Your goal –
From the entries that follow, copy exactly the lines beginning at the line holding "from atticsim.sensor.body import BODY_SHAPES" and continuing through the line holding "return numba.njit(cache=True, **_JIT)(function)".
----- Task input -----
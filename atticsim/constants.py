"""Physical constants and reference values used across atticsim (SI units)."""

#: Stefan-Boltzmann constant [W/(m^2 K^4)] (CODATA 2018, exact by definition since 2019 SI).
SIGMA = 5.670374419e-8
#: Offset between degrees Celsius and kelvin [K].
KELVIN = 273.15
#: Standard acceleration of gravity [m/s^2] (CGPM 1901, ISO 80000-3).
GRAVITY = 9.80665
#: Specific gas constant of dry air [J/(kg K)] (ISO 2533 standard atmosphere).
R_DRY_AIR = 287.055
#: Specific heat of air at constant pressure [J/(kg K)] near 20-60 degC
#: (ASHRAE Handbook Fundamentals, psychrometrics chapter; dry air 1.006 kJ/kgK).
CP_AIR = 1006.0
#: Standard sea-level pressure [Pa] (ISO 2533).
P_STANDARD = 101325.0
#: Seconds per hour.
HOUR = 3600.0
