from atticsim import jitcache
from atticsim.constants import CP_AIR, GRAVITY, KELVIN, SIGMA
from atticsim import air as _moist_air
from atticsim.air import H_FG
from atticsim.network import heat_transfer
from atticsim.network.heat_transfer import _EPS2
from atticsim.network import placement as _placement
from atticsim.network.placement import PLACEMENTS
from atticsim.sensor import air as _air
from atticsim.sensor import convection as _conv
from atticsim.sensor.body import BODY_SHAPES

jitcache.check()  # stale compiled code out before numba loads any (see atticsim.jitcache)
jitcache.route()  # this module's compiled functions cache in atticsim's own folder

# numba options for everything here: IEEE results (inf, nan) instead of exceptions on division by zero,
# as numpy would give them; no fast-math, so the arithmetic stays as written.
_JIT = {"error_model": "numpy"}


def compiled(function, **callees):
    """``function`` compiled for the network (numba, cached), from its own source: the global names in
    ``callees`` that it calls are bound to their compiled forms (so that a correlation calling another is
    still written once)."""
    import types

    if callees:
        scope = dict(function.__globals__)
        scope.update(callees)
        function = types.FunctionType(function.__code__, scope, function.__name__, function.__defaults__)
    return numba.njit(cache=True, **_JIT)(function)

# --- names ---------------------------------------------------------------------------------------------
-----
Task response –
from atticsim.sensor.body import BODY_SHAPES

jitcache.check()  # stale compiled code out before numba loads any (see atticsim.jitcache)
jitcache.route()  # this module's compiled functions cache in atticsim's own folder

# numba options for everything here: IEEE results (inf, nan) instead of exceptions on division by zero,
# as numpy would give them; no fast-math, so the arithmetic stays as written.
_JIT = {"error_model": "numpy"}


def compiled(function, **callees):
    """``function`` compiled for the network (numba, cached), from its own source: the global names in
    ``callees`` that it calls are bound to their compiled forms (so that a correlation calling another is
    still written once)."""
    import types

    if callees:
        scope = dict(function.__globals__)
        scope.update(callees)
        function = types.FunctionType(function.__code__, scope, function.__name__, function.__defaults__)
    return numba.njit(cache=True, **_JIT)(function)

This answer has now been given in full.